Fusion Center Controlled MAC Protocol for Physical Wireless Parameter Conversion Sensor Networks (PHY-C SN)

Koji KAKINUMA  Mai OHTA  Osamu TAKYU  Takeo FUJII  

Publication
IEICE TRANSACTIONS on Communications   Vol.E100-B   No.7   pp.1105-1114
Publication Date: 2017/07/01
Online ISSN: 1745-1345
DOI: 10.1587/transcom.2016SCP0008
Type of Manuscript: Special Section PAPER (Special Section on Smart Radio and Its Applications in Conjunction with Main Topics of SmartCom)
Category: Network
Keyword: 
wireless sensor networks,  information collection,  OFDM,  transmission power control,  

Full Text: PDF>>
Buy this Article




Summary: 
In this paper, a novel fusion center controlled media access control (MAC) protocol for physical wireless parameter conversion sensor networks (PHY-C SN), and a transmission power design for each sensor node are proposed. In PHY-C SN, the sensing information is converted to corresponding subcarrier number of orthogonal frequency division multiplexing (OFDM) signals, and all sensor nodes can send sensing information simultaneously. In most wireless sensor network standards, each sensor node detects the surrounding wireless signal through carrier sense.
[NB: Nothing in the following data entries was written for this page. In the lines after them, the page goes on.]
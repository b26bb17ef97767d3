/**
 * Findings and their photos.
 * GET  /jobs/:jobId/findings                   every role; a subcontractor sees only their company's findings
 * POST /jobs/:jobId/findings                   inspector, GC manager (Idempotency-Key); JSON, or multipart with
 *                                              a `data` field (the JSON) and up to 10 `photos` → 201 FindingDetail
 * GET  /jobs/:jobId/findings/:findingId        every role (subcontractor: own company, else 404); ETag
 * GET  /jobs/:jobId/photos/:photoId            as the finding it belongs to
 * GET  /jobs/:jobId/photos/:photoId/thumb      as the finding it belongs to
 *
 * A finding and its photos are saved all or nothing: the photos are read and re-encoded first
 * (any bad file refuses the request before anything is stored), then stored, then the finding,
 * its photo rows and its "logged" event are written in ONE transaction; if that fails, the
 * stored objects are deleted again (server/services/photos.ts withStoredPhotos).
 * Uploads: the policy and the per-user upload rate run before the body is read; the photos go
 * to temporary files, never memory (server/middleware/upload.ts).
 */
import type { NextFunction, Request, RequestHandler, Response } from 'express';
import { Router } from 'express';
import { QueryTypes } from 'sequelize';
import {
  createFindingSchema,
  findingListQuerySchema,
  findingParamsSchema,
  FINDINGS_LIST_LIMIT_DEFAULT,
  photoParamsSchema,
  type CreateFindingParsed,
  type FindingListQueryParsed,
} from '../../shared/schemas/findings';
import type { Severity } from '../../shared/words';
import { badRequest, notFound } from '../errors';
import { createUploadGuard, photosWithJsonData, uploadedFiles, type UploadGuard } from '../middleware/upload';
import { valid, validate, zodFieldErrors } from '../middleware/validate';
import { CatalogueItem, Finding, Level, Photo, Space, Unit, UnitCheck, UnitModel } from '../models';
import { policy } from '../policies';
import { companyOnJob, dueOnFor, limitResolverFor, measure, nextFindingNumber, recordFindingEvent, suggestCompany } from '../services/findings';
import { findingDetail, findingFiltersOf, findingListOrder, listFindings, visiblePhoto } from '../services/findingQueries';
import { notifyCriticalAssignment } from '../digests/events';
import { idempotentWrite } from '../services/idempotency';
import { pageRequest } from '../services/paging';
import { pendingUploads } from '../services/pendingUploads';
import { discardStoredPhotos, keysOf, photoRowValues, processPhotos, sendPhoto, withStoredPhotos, type ProcessedPhoto } from '../services/photos';
import { sequelizeOf } from '../services/records';
import { setEtag } from '../services/versioning';
import type { ObjectStore } from '../storage/types';

const WRITE_ROLES = ['gc_manager', 'inspector'] as const;

export interface FindingsRouterOptions {
  /** Photo storage (server/storage). */
  store: ObjectStore;
  /** Per-user upload limits and temporary files, shared by every upload route of the app. */
  uploads?: UploadGuard;
  log?: (message: string, err?: unknown) => void;
}

/** Validates the body after multipartOrJson and keeps the original for the idempotency fingerprint. */
function validateFindingBody(req: Request, _res: Response, next: NextFunction) {
  const result = createFindingSchema.safeParse(req.body ?? {});
  req.valid ??= {};
  if (!result.success) {
    const fields = zodFieldErrors(result.error);
    const first = Object.entries(fields)[0]!;
    return next(badRequest(`${first[0]}: ${first[1]}`, fields));
  }
  req.valid.body = result.data;
  next();
}

/** Refuses a body field naming a record the job does not have (400, the field named). */
function refuse(field: string, message: string): never {
  throw badRequest(`${field}: ${message}`, { [field]: message });
}

interface Placement {
  unit: Unit | null;
  spaceId: string | null;
  levelId: string;
}

async function placementOf(jobId: string, body: CreateFindingParsed): Promise<Placement> {
  if (body.unitId) {
    const unit = await Unit.findOne({ where: { id: body.unitId, jobId } });
    if (!unit) refuse('unitId', 'That unit is not on this job.');
    if (body.spaceId && body.spaceId !== unit.spaceId) refuse('spaceId', 'The unit is not in that space.');
    if (body.levelId && body.levelId !== unit.levelId) refuse('levelId', 'The unit is not on that level.');
    return { unit, spaceId: unit.spaceId, levelId: unit.levelId };
  }
  if (body.spaceId) {
    const space = await Space.findOne({ where: { id: body.spaceId, jobId } });
    if (!space) refuse('spaceId', 'That space is not on this job.');
    if (body.levelId && body.levelId !== space.levelId) refuse('levelId', 'The space is not on that level.');
    return { unit: null, spaceId: space.id, levelId: space.levelId };
  }
  const level = await Level.findOne({ where: { id: body.levelId!, jobId } });
  if (!level) refuse('levelId', 'That level is not on this job.');
  return { unit: null, spaceId: null, levelId: level.id };
}

/** True when this user already holds a finished answer under the request's Idempotency-Key. */
async function alreadyAnswered(req: Request): Promise<boolean> {
  const key = req.get('idempotency-key');
  if (!key || !req.user) return false;
  const rows = await sequelizeOf(req).query<{ n: number }>(
    `SELECT 1 AS n FROM idempotency_keys WHERE user_id = $1 AND key = $2 AND response_status <> 0`,
    { bind: [req.user.id, key], type: QueryTypes.SELECT },
  );
  return rows.length > 0;
}

export function findingsRouter(options: FindingsRouterOptions): Router {
  const { store } = options;
  const log = options.log ?? ((m: string, e?: unknown) => console.error(m, e));
  const uploads = options.uploads ?? createUploadGuard();
  /** Multipart: photos plus the finding as JSON in `data`; a JSON body (no photos) passes through. */
  const multipartOrJson = photosWithJsonData('finding', 'next', { tempRoot: uploads.tempRoot });
  const router = Router();

  router.get(
    '/jobs/:jobId/findings',
    policy.jobMember(),
    validate({ query: findingListQuerySchema }),
    async (req, res) => {
      const q = valid<FindingListQueryParsed>(req.valid.query);
      const sort = q.sort ?? '-number';
      const page = pageRequest(req, findingListOrder(sort), FINDINGS_LIST_LIMIT_DEFAULT);
      const body = await listFindings(sequelizeOf(req), req.scope!, findingFiltersOf(q), sort, page);
      res.json(body);
    },
  );

  router.post('/jobs/:jobId/findings', policy.jobMember(WRITE_ROLES), uploads.rate, multipartOrJson, validateFindingBody, async (req, res) => {
    const body = valid<CreateFindingParsed>(req.valid.body);
    const { job } = req.membership!;
    const user = req.user!;
    const sequelize = sequelizeOf(req);
    const files = uploadedFiles(req);

    // A retry of a request that already succeeded: replay its answer, store nothing.
    if (await alreadyAnswered(req)) {
      await idempotentWrite(req, res, async () => {
        throw badRequest('This request was already answered.');
      });
      return;
    }

    // Everything that can be refused is refused before any photo is stored.
    const item = await CatalogueItem.findOne({ where: { id: body.catalogueItemId, jobId: job.id } });
    if (!item) refuse('catalogueItemId', 'Not a defect type of this job.');
    if (item.retiredAt) refuse('catalogueItemId', `${item.code} ${item.title} is retired from this job's catalogue.`);
    const place = await placementOf(job.id, body);
    if (place.unit && !item.unitKinds.includes(place.unit.kind)) {
      refuse('catalogueItemId', `${item.code} ${item.title} does not apply to this unit's kind (${place.unit.kind}).`);
    }
    const company = body.companyId
      ? await companyOnJob(sequelize, job.id, body.companyId)
      : await suggestCompany(sequelize, job.id, item.trade);
    if (!company) {
      if (body.companyId) refuse('companyId', 'That company is not on this job.');
      refuse('companyId', `No company on this job covers the ${item.trade} trade; choose the responsible company.`);
    }
    if (body.walkId) {
      const walk = await sequelize.query<{ level_id: string }>(`SELECT level_id FROM walks WHERE id = $1 AND job_id = $2`, {
        bind: [body.walkId, job.id],
        type: QueryTypes.SELECT,
      });
      if (!walk[0]) refuse('walkId', 'That walk is not on this job.');
      if (walk[0].level_id !== place.levelId) refuse('walkId', 'That walk is on another level.');
    }
    if (body.unitCheckId) {
      const check = await UnitCheck.findOne({ where: { id: body.unitCheckId, jobId: job.id } });
      if (!check || check.unitId !== place.unit?.id) refuse('unitCheckId', 'That unit check is not of this unit.');
    }
    const model = place.unit?.modelId ? await UnitModel.findOne({ where: { id: place.unit.modelId, jobId: job.id } }) : null;
    const measured = body.measuredText ? measure(item, body.measuredText, limitResolverFor(job, model), job, 'measuredText') : null;
    const severity: Severity = body.severity ?? item.defaultSeverity;
    const dueOn = body.dueOn ?? dueOnFor(job, severity);

    const processed: ProcessedPhoto[] =
      files.length > 0 ? await processPhotos(files, { charge: (pixels) => uploads.chargePixels(user.id, pixels) }) : [];
    const pending = pendingUploads(sequelize);
    await withStoredPhotos(
      store,
      processed,
      async (stored, claim) => {
        await idempotentWrite(req, res, async (transaction) => {
          const number = await nextFindingNumber(sequelize, job.id, transaction);
          const finding = await Finding.create(
            {
              jobId: job.id,
              number,
              unitId: place.unit?.id ?? null,
              spaceId: place.spaceId,
              levelId: place.levelId,
              catalogueItemId: item.id,
              walkId: body.walkId ?? null,
              unitCheckId: body.unitCheckId ?? null,
              severity,
              companyId: company.id,
              dueOn,
              note: body.note ?? '',
              measuredText: measured?.measuredText ?? null,
              measuredValue: measured?.measuredValue ?? null,
              ruleResult: measured?.result ?? null,
              loggedBy: user.id,
              loggedAt: new Date(),
              pinX: body.pinX ?? null,
              pinY: body.pinY ?? null,
            },
            { transaction },
          );
          if (stored.length > 0) {
            await claim(transaction);
            // Photos keep the order they were sent in: created_at one millisecond apart (the list orders by it).
            const base = finding.loggedAt.getTime();
            await Photo.bulkCreate(
              photoRowValues(stored, { jobId: job.id, uploadedBy: user.id, findingId: finding.id }).map((row, i) => ({
                ...row,
                createdAt: new Date(base + i),
              })),
              { transaction },
            );
          }
          await recordFindingEvent(
            {
              findingId: finding.id,
              jobId: job.id,
              actorId: user.id,
              kind: 'logged',
              from: null,
              to: {
                status: 'open',
                severity,
                companyId: company.id,
                companyName: company.name,
                dueOn,
                ...(measured ? { measuredText: measured.measuredText, pass: measured.result.pass } : {}),
              },
              photoIds: stored.map((p) => p.id),
              at: finding.loggedAt,
            },
            transaction,
          );
          await notifyCriticalAssignment(req, transaction, { jobId: job.id, findingId: finding.id, companyId: company.id, severity, how: 'logged' });
          const detail = await findingDetail(sequelize, req.scope!, finding.id, transaction);
          setEtag(res, finding.version);
          return { status: 201, body: detail };
        });
        // Lost a race with an identical retry: the first request's answer was replayed, so
        // the photos stored by this one are referenced by nothing.
        if (res.get('Idempotent-Replayed') === 'true' && stored.length > 0) {
          await discardStoredPhotos(store, keysOf(stored), { pending, log }, 'of a replayed request');
        }
      },
      { pending, log },
    );
  });

  router.get('/jobs/:jobId/findings/:findingId', policy.jobMember(), validate({ params: findingParamsSchema }), async (req, res) => {
    const { findingId } = valid<{ findingId: string }>(req.valid.params);
    const detail = await findingDetail(sequelizeOf(req), req.scope!, findingId);
    if (!detail) throw notFound('Finding not found.');
    setEtag(res, detail.version);
    res.json(detail);
  });

  const servePhoto = (variant: 'full' | 'thumb'): RequestHandler => async (req, res) => {
    const { photoId } = valid<{ photoId: string }>(req.valid.params);
    const photo = await visiblePhoto(sequelizeOf(req), req.scope!, photoId);
    if (!photo) throw notFound('Photo not found.');
    await sendPhoto(store, res, photo, variant);
  };
  router.get('/jobs/:jobId/photos/:photoId', policy.jobMember(), validate({ params: photoParamsSchema }), servePhoto('full'));
  router.get('/jobs/:jobId/photos/:photoId/thumb', policy.jobMember(), validate({ params: photoParamsSchema }), servePhoto('thumb'));

  return router;
}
However, sensor nodes cannot send signals simultaneously if carrier sense is applied in PHY-C SN. Therefore, a protocol for PHY-C SN is devised. In the proposed protocol, the fusion center detects the surrounding wireless environment by carrier sense and requests sensing information transmission toward sensor nodes if no other wireless systems are detected. Once the sensor nodes receive the request signal, they transmit sensing information to the fusion center. Further, to avoid harmful interference with surrounding wireless systems, the transmission power of each sensor is designed to suit the considering communication range and avoid interference toward other wireless systems. The effectiveness of the proposed protocol is evaluated by computer simulation. The parameters for collection like the number of collecting sensor nodes and the radius of the collection area are also examined when determining the transmission power of sensor nodes. Results show that highly efficient information collection with reducing interference both from and towards surrounding wireless systems can be implemented with PHY-C SN.